I was raised with very open sexuality. My parents were raised in a house so uptight about sex, they had no idea that the "playing around" could end up with my mom pregnant. Both of them vowed to not have children raised that way. 

My wife was raised in a mixed house. My FIL is a horndog (really more was at this point, he's 85). MIL was mixed on it. I get the inkling they had a good sex life, but MIL is VERY uptight on the topic. She buried her head in the sand about pre-marital sex with my wife and I. I think it was almost willful denial. With BIL and his wife MIL really flipped out. I think MIL wanted to be a welcoming person to her future DIL, but she was really hung up on it.

This attitude did rub off on my wife. She is very uncomfortable about talking to our daughters about sex. They both just come to me instead at this point.

Another factor semi-related to this is family modesty. There can be a very drastic difference from one family to another. Both my wife's and I's families were not modest people. It was considered not to be a big deal for non-sexual nudity around any family member. I know that for some couples this is another area where there can be sharp disagreements.


----------



## MrVanilla (Apr 24, 2012)

It wasn’t until junior high before it became clear to me that my parents probably had sex. They never spoke about it. I never got the talk. For years, my only education was a ninth grade health chapter of simple line drawings and body part names. It was kind of like a Geography quiz. I can’t call sex a ‘taboo’ subject when I was growing up, because it simply didn’t exist. Before my SO began a conversation about it, all I knew was what I’d gleaned from previous long-term relationships. That was the only place sex belonged. 

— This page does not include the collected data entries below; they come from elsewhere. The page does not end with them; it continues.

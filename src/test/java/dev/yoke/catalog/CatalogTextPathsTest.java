package dev.yoke.catalog;

import static org.junit.jupiter.api.Assertions.assertEquals;
import static org.junit.jupiter.api.Assertions.assertThrows;

import dev.yoke.catalog.CatalogText.FieldValue;
import dev.yoke.catalog.CatalogText.ListEntry;
import java.io.IOException;
import java.util.List;
import org.junit.jupiter.api.Test;

/** Text edits addressed by path: sections, items of nested lists, and rearranged lists. */
class CatalogTextPathsTest {

    private static final String PROFILE = "profile:\n"
            + "  load_inertia: 1 kg*m^2   # the arm\n"
            + "  segments:\n"
            + "    # the cycle\n"
            + "    - label: a\n"
            + "      duration: 1 s\n"
            + "    # b comes back\n"
            + "    - label: b   # second\n"
            + "      duration: 2 s";

    @Test
    void rearrangedItemsMoveWithTheirCommentsEvenWithoutAFinalNewline() throws IOException {
        String edited = CatalogText.parse(PROFILE).withItemsArranged(List.of("profile", "segments"),
                List.of(ListEntry.kept(1), ListEntry.kept(0),
                        ListEntry.added(List.of(FieldValue.of("label", "c"), FieldValue.of("duration", "3 s")))));
        assertEquals("profile:\n"
                + "  load_inertia: 1 kg*m^2   # the arm\n"
                + "  segments:\n"
                + "    # the cycle\n"
                + "    # b comes back\n"
                + "    - label: b   # second\n"
                + "      duration: 2 s\n"
                + "    - label: a\n"
                + "      duration: 1 s\n"
                + "    - label: c\n"
                + "      duration: 3 s\n", edited);
    }

    @Test
    void missingKeyGoesAfterTheKeyBeforeItInTheOrderOrFirst() throws IOException {
        CatalogText text = CatalogText.parse(PROFILE + "\n");
        List<String> order = List.of("label", "duration", "speed_start", "speed_end", "torque");
        String edited = text.withItemFields(List.of("profile", "segments"), 0,
                List.of(FieldValue.of("speed_end", "2 rad/s"), FieldValue.of("duration", "4 s")), order);
        assertEquals(PROFILE.replace("      duration: 1 s\n", "      duration: 4 s\n      speed_end: 2 rad/s\n")
                + "\n", edited);
        String repeat = text.withSectionFields(List.of("profile"), List.of(FieldValue.of("repeat", "false")),
                List.of("load_inertia", "repeat", "segments"));
        assertEquals(PROFILE.replace("# the arm\n", "# the arm\n  repeat: false\n") + "\n", repeat);
        String first = CatalogText.parse("profile:\n  segments:\n    - duration: 1 s\n").withItemFields(
                List.of("profile", "segments"), 0, List.of(FieldValue.of("label", "x")), order);
        assertEquals("profile:\n  segments:\n    - label: x\n      duration: 1 s\n", first);
    }

    @Test
    void keyWithNothingAfterItCountsAsAbsentAndIsFilledInPlace() throws IOException {
        CatalogText text = CatalogText.parse("profile:\n  segments:\n    - duration: 1 s\n      speed_end:\n");
        assertEquals(List.of("duration"), text.keysOfItem(List.of("profile", "segments"), 0));
        assertEquals("profile:\n  segments:\n    - duration: 1 s\n      speed_end: 0 rad/s\n",
                text.withItemFields(List.of("profile", "segments"), 0, List.of(FieldValue.of("speed_end", "0 rad/s")),
                        List.of()));
    }

    @Test
    void pathsThatAreNotSectionsOrBlockListsAreRefused() throws IOException {
        CatalogText text = CatalogText.parse("profile:\n  segments: [{duration: 1 s}]\nname: x\n");
        assertThrows(IOException.class, () -> text.keysAt(List.of("name")));
        assertThrows(IOException.class, () -> text.keysAt(List.of("bench")));
        assertThrows(IOException.class, () -> text.withItemsArranged(List.of("profile", "segments"),
                List.of(ListEntry.kept(0))));
        assertThrows(IOException.class, () -> text.withItemFields(List.of("profile", "segments"), 0,
                List.of(FieldValue.of("duration", "2 s")), List.of()));
    }
}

Even now, when I read some of the threads here I don’t know what to say. There’s an active thread about visiting a strip club and I’m flabbergasted. I don’t understand how they remain open. To me it’s a business model based on sexual objectivity and I wouldn’t be caught anywhere near one, let alone visit it with my SO. She laughs now when I’m honest like that, but she’s had a very difficult time with me. She’s made ‘suggestions’ and hints over the years about variations that I never ‘got’ because I had no idea what she was hinting at. So, yes, for me, cultural upbringing did influence attitudes.


----------



## Thor (Oct 31, 2011)

I grew up in a home where I never once saw any physical affection between my parents. My dad's mother was a mean drunk, and I suspect my dad may have also experienced some kind of sex abuse. He didn't trust women an inch, and had a pretty low opinion of them. He liked to promote the Disney ideal, that nice girls were skinny, pretty, and didn't like sex. We never had a birds/bees conversation. My mom was nuts and bolts about sex education, and that was it.

The town I grew up in was generally conservative middle to upper middle class. Doctor, lawyer, engineer, teacher, business owner, firefighter were the professions of my friends' parents. Born in 1960, I remember the chaos and volatility of the 1960s and early 1970s. The Vietnam war, the draft, race riots, assassinations of Bobby Kennedy and Martin Luther King Jr, Kent State. A friend's older brother coming home from the war a hemiplegic due to gunshot to the head. National Guard tanks in the streets of neighboring towns. Agnew, Nixon, Watergate.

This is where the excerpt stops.